С тех пор ее жизнь, разделенная между воспоминаниями прошлого и деятельностью игуменской, потекла ровно и однообразно. Мирно жилось матери Мелании среди обширной семьи сестер, и их любовь согревала ее сердце и привязывала ее все теснее к обители. Но замечательно, что под своей камилавкой и монашеской мантией она сохранила до конца жизни тип одинаково симпатичный и в молодой женщине и в старухе. Когда она покидала на время монастырь, чтобы явиться ко двору или в аристократическую гостиную, где встречала давно знакомые лица, то пленяла всех, как и в прежние годы, своей блестящей речью и изяществом своих приемов. Она была когда-то слишком тесно связана с заботами и вопросами, волнующими общество, чтобы сделаться им чуждой, и пользовалась всегда с удовольствием редкой возможностью удовлетворить те умственные способности, которые не находили пищи в стенах ее обители.

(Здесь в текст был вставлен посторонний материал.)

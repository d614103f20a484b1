#!/usr/bin/env bash
# A standalone predictor for a machine where nothing may be installed: emit one Python file, then
# run it with the interpreter isolated from every installed package (-I -S), on a CSV.
# Usage: bash examples/standalone_predictor/run.sh [OUTPUT_FOLDER]
set -euo pipefail
here=$(cd "$(dirname "$0")" && pwd)
out=${1:-$here/out}
mkdir -p "$out"

nodecast demo --data-only -o "$out"
nodecast train "$out/readings.csv" --target heatsink_temp \
  --domain ambient_temp=10:45,fan_speed=800:4000,load_current=0:30,supply_voltage=22:26 \
  --nodes 200 -o "$out/fan.ncast" --overwrite
nodecast emit "$out/fan.ncast" --to python --out-of-domain reject -o "$out/fan_predictor.py" --overwrite
nodecast verify "$out/fan.ncast" "$out/fan_predictor.py" --report "$out/verify.json" --overwrite

# On the target machine: only this file and a Python 3.8+ interpreter.
python3 -I -S "$out/fan_predictor.py" "$out/held_out.csv" > "$out/predictions.csv"
head -n 3 "$out/predictions.csv"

Одно из ее путешествий в Петербург памятно крестьянам деревни Семеновской.
"Дорога-то была просто бедовая, - рассказывал мне мужичок, - сугроб на сугробе, а уж у нас, как есть, проезда нет никакого. Матушкин шестерик как к нам выехал, тут и засел с возком. Мы все сбежались; а она, родимая, опустила стекло и говорит:
- Помогите, детушки, вытащите возок, а я бы в ваших санях на дорогу выехала.
- Сбыточное ли, - говорим, - дело, голубушка наша, кормилица наша, чтоб мы тебя до-пустили в наши сани пересесть? Уж ты дай нам только волю, мы все справим.
Побежали, кто за лопатой, кто за веревками, - ведь всякому тоже лестно было ей послужить, - и живо принялись мы за дело. Отложили лошадей, дорогу кое-где расчистили, вытащили возок, да сами в него впряглись и вывезли ее на себе, мою матушку, уж что она там ни говорила. А как заложили опять лошадей, и отъехала она, так долго мы тут стояли да крестились, и Бога молили, чтобы дал Он ей путь-дороженьку"
Не даром внушала матушка Мелания такую привязанность. В минуту вспыльчивости она могла сказать много лишнего, но старалась немедленно это загладить. И никогда не оскорбляла она хладнокровно кого бы то ни было. Несмотря на все свои усилия, она не могла преодолеть в себе брезгливость, за которую ее бранили еще в молодости. Но эту слабость она старалась подавить в присутствии людей, которых могла оскорбить. Если являлись к ней больные за медицинским пособием, она принуждала себя смотреть на отвратительные раны или заставляла крестьянку развязывать при ней грязные пеленки, чтобы взглянуть на сыпь, от которой страдал ребенок. "Ведь вот какая я негодная, - укоряла себя мать Мелания, - они, бедные, обращаются ко мне от доброго сердца, и как любят меня, а я смею ими брезговать!"
"Иной раз, - рассказывают монахини, - мы видим, что матушке невтерпеж, а доказать не смеем, знаем, что она за это гневаться будет, скажет:
- За что ты бедного человека обидела?"